Reproduce exactly, and only, the lines below from the one containing "const age = step.age" through the one containing "const pumped = (reach - reached) / speed;".

▶ [EXERCISE DATA]
Segment Open

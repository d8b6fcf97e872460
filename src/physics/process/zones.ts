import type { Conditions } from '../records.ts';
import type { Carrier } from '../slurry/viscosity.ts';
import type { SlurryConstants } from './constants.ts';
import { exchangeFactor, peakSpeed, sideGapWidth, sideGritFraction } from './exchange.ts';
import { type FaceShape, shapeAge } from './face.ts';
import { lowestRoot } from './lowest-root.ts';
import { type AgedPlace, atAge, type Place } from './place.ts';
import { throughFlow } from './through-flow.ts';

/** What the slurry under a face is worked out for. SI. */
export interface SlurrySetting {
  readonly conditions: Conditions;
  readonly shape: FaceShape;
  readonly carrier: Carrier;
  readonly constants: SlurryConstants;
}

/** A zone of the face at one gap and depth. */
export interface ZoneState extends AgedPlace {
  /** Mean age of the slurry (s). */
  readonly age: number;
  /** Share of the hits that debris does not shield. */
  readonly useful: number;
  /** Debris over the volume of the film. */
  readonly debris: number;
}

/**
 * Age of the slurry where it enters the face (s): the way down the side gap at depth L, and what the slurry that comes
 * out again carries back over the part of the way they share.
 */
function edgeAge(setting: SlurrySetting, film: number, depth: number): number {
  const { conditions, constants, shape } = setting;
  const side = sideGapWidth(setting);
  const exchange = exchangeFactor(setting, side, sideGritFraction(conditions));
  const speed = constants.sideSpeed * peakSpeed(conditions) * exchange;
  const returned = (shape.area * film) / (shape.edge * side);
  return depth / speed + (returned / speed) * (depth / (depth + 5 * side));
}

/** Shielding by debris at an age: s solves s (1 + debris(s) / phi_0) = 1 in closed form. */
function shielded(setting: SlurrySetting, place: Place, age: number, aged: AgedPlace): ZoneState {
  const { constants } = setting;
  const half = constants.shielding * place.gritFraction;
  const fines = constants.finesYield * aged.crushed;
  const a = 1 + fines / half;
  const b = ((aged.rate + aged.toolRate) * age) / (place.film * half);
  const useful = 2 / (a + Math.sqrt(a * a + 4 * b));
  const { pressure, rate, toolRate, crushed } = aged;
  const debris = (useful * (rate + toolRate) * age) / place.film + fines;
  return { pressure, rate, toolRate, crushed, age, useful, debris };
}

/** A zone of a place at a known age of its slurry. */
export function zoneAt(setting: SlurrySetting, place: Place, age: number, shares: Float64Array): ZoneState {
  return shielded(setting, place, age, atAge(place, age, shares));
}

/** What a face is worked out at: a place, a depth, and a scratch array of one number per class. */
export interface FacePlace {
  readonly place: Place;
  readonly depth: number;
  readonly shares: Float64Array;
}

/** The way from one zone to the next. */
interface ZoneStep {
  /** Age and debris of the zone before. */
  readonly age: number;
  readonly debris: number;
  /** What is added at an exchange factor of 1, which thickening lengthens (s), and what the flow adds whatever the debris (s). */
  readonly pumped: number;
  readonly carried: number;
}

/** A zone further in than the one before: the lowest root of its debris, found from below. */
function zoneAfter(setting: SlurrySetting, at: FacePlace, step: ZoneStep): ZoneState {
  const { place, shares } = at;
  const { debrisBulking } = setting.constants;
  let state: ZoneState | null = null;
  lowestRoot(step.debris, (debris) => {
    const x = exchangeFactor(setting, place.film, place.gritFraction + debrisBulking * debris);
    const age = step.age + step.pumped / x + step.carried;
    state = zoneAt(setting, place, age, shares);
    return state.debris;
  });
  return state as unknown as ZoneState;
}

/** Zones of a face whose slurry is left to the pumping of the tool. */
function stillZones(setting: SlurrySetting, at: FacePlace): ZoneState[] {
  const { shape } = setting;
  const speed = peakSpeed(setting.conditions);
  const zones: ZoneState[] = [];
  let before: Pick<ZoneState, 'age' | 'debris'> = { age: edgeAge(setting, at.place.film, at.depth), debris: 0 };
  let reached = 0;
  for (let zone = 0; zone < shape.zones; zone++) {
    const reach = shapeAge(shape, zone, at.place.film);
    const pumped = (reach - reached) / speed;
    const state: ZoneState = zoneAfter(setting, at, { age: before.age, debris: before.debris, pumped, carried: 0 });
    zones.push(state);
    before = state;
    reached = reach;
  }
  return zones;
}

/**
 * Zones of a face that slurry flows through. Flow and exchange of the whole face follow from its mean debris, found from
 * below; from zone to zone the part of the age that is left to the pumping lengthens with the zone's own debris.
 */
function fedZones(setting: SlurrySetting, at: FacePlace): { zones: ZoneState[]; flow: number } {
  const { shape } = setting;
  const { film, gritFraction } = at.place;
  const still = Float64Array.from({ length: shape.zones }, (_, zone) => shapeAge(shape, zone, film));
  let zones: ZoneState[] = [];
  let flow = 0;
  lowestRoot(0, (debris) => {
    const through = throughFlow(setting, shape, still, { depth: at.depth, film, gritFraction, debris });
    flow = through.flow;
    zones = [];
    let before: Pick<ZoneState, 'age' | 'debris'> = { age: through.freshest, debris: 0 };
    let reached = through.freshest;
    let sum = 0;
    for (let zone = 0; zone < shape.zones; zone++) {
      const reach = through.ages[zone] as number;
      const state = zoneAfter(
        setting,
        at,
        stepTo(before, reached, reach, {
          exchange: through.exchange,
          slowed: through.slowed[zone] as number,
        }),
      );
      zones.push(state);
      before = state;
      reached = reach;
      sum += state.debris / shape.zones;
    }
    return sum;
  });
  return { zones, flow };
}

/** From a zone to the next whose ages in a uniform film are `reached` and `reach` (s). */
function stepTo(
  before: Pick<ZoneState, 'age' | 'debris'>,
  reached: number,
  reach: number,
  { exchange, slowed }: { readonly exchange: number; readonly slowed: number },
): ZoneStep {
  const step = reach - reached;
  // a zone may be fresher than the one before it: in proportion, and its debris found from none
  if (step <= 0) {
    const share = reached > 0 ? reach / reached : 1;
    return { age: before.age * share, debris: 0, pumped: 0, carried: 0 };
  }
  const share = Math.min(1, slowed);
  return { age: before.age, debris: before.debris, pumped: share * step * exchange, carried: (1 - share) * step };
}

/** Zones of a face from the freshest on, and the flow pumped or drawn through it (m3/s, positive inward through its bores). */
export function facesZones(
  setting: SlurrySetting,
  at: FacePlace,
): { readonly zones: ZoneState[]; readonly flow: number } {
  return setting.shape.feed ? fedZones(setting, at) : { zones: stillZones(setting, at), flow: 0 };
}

Segment Closed

▶ [SOLUTION TO THIS PROBLEM]
    const age = step.age + step.pumped / x + step.carried;
    state = zoneAt(setting, place, age, shares);
    return state.debris;
  });
  return state as unknown as ZoneState;
}

/** Zones of a face whose slurry is left to the pumping of the tool. */
function stillZones(setting: SlurrySetting, at: FacePlace): ZoneState[] {
  const { shape } = setting;
  const speed = peakSpeed(setting.conditions);
  const zones: ZoneState[] = [];
  let before: Pick<ZoneState, 'age' | 'debris'> = { age: edgeAge(setting, at.place.film, at.depth), debris: 0 };
  let reached = 0;
  for (let zone = 0; zone < shape.zones; zone++) {
    const reach = shapeAge(shape, zone, at.place.film);
    const pumped = (reach - reached) / speed;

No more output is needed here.